By John Polga-Hecimovich

 

Día de los Difuntos, or Day of the Dead, is without a doubt one of the most important and highly respected days in the Ecuadorian highlands, taking place on November 2nd. A chance to experience it firsthand in a community such as Salasaca will never be forgotten. Mumbled monologues and the pouring of alcohol onto the ground might, to many Westerners, seem like scenes from an anthropology class, but these rituals are quite the norm for members of the indigenous community of Salasaca.
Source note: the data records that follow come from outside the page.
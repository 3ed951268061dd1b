"""Freeform voids -> a layout of voids a shop can make, keeping the fabrication rules: ``rationalise``.

The steps, in order (docs/voids.md says the same at length):

1. clean: measure each freeform void (area, centroid, principal axes), drop those narrower than ``min_void``,
   fill solid islands (the outer outline is fitted; see ``measure``);
2. rooms: each freeform void within the region open to voids, less a margin from its neighbours so the web the
   rules ask for fits between them (``Room``);
3. candidates inside each room (``cover``): the whole room, splits along its length, honeycomb pieces, slot rows,
   packed bores; the one of most worth kept (area less the stiffness it costs, priced where the optimiser
   stopped); ``mixed`` lets the families compete the same way;
4. a honeycomb over the whole region competes as a second layout (``lattice_layout``), judged by analysis;
5. place the voids, largest first: a void that breaks a rule is moved a little, then made smaller, then dropped;
6. shape optimisation (``shape``): the same material made stiffer, then grown under the rules and the freeform
   layout's compliance, then new voids where room is left (``_fill``);
7. standardise sizes (``standardise``) and snap centres (an irregular n-gon's corners), each change kept only
   where the rules still hold;
8. prove: ``rules.check.check_layout`` on the final voids; its violations are returned as they are.

**Symmetric layouts** (``symmetry``). When the settings ask for mirror symmetry and the problem has it, the
freeform voids are folded onto the lower-left half (or quarter), the seeds fitted there (those on a mid-line made
symmetric about it), and every step above works on seeds with each seed's mirror images checked beside it; the
images are added at the end. Symmetry asked for but absent in the problem is not enforced; a note says why.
On this day when families celebrate the spirits of their ancestors through elaborate gestures such as the sharing of food, drink, and good conversation with the deceased.

 

The dry and dusty town of Salasaca, located 14 kilometers from Ambato on the road to Baños, is home to one of the most distinctively indigenous communities of Ecuador. In addition to their characteristic clothing - men wear long black ponchos and women dress in naturally dyed bayetas (a type of female poncho) and black anakus (wrap-around skirts)—the community is known for its tapestry weaving. Many of the tapestries sold in the more popular markets of Quito and in Otavalo are in fact woven on wooden looms in Salasaca and generally, prices of textile goods in the central plaza, where vendors sell what they have woven, tend to be lower. The other principal economic activity of the community is highland agriculture, the main produce being corn and potatoes. Fava beans, barley, wheat, and agave plants and their cuchinilla bugs which are used for dying are also harvested.

 

Día de los Difuntos is also known as Finados. On this day, villagers celebrate the spirits of the dead by dressing in their finest clothing and sharing food, alcohol, and conversation with them. The Salasaca, as they call themselves, wake up early and walk in groups to the cemetery with supplies of food and drink. Hunched over graves and speaking softly in Quechua, they pass around bowls of chocho (lupine beans), corn, hominy, potatoes, bread, and cuy (guinea pig), eating some with their hands and leaving some on the tombs of their beloved. Drinking also begins early and, as the “spirits” flow, conversations between the living and their dead begin to grow more animated. It is not long before liquor bottles and cartons of boxed wine are piled high next to the flower-covered crosses and simple headstones.

 

Although it may appear bizarre to western onlookers, to the Salasaca and other highland indigenous groups, this process is one of renewal and reconnection with their roots. Participating in or merely observing this holiday provides a unique insight into the indigenous Andean cosmology.